### What you will do
An exact, complete copy of the lines below is the expected answer.

[Start of Attachment]

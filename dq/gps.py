"""GPS seconds and UTC, by the astronomers' library.

Its leap-second list comes with the package; nothing is downloaded.
"""

from __future__ import annotations


def gps_to_utc_text(gps: float) -> str:
    """Write a GPS time as UTC, to the second.

    Examples
    --------
    >>> gps_to_utc_text(1000000000)
    '2011-09-14 01:46:25'
    >>> gps_to_utc_text(1167264017)
    '2016-12-31 23:59:60'
    """
    return _time(gps, "gps").utc.iso[:19]


def utc_text_to_gps(text: str) -> float:
    """Turn UTC such as ``2011-09-14 01:46:25`` into GPS seconds.

    Examples
    --------
    >>> utc_text_to_gps("2024-01-01 00:00:00")
    1388102418.0
    """
    return round(float(_time(text, "iso").gps), 6)


def _time(value, form: str):
    from astropy.time import Time
    from astropy.utils import iers

    iers.conf.auto_download = False
    return Time(value, format=form, scale="tai" if form == "gps" else "utc")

[End of Attachment]

### Solution below
filename dq/gps.py
"""GPS seconds and UTC, by the astronomers' library.

Its leap-second list comes with the package; nothing is downloaded.
"""

from __future__ import annotations


def gps_to_utc_text(gps: float) -> str:
    """Write a GPS time as UTC, to the second.

    Examples
    --------
    >>> gps_to_utc_text(1000000000)
    '2011-09-14 01:46:25'
    >>> gps_to_utc_text(1167264017)
    '2016-12-31 23:59:60'
    """
    return _time(gps, "gps").utc.iso[:19]


def utc_text_to_gps(text: str) -> float:
    """Turn UTC such as ``2011-09-14 01:46:25`` into GPS seconds.

    Examples
    --------
    >>> utc_text_to_gps("2024-01-01 00:00:00")
    1388102418.0
    """
    return round(float(_time(text, "iso").gps), 6)


def _time(value, form: str):
    from astropy.time import Time
    from astropy.utils import iers

    iers.conf.auto_download = False
    return Time(value, format=form, scale="tai" if form == "gps" else "utc")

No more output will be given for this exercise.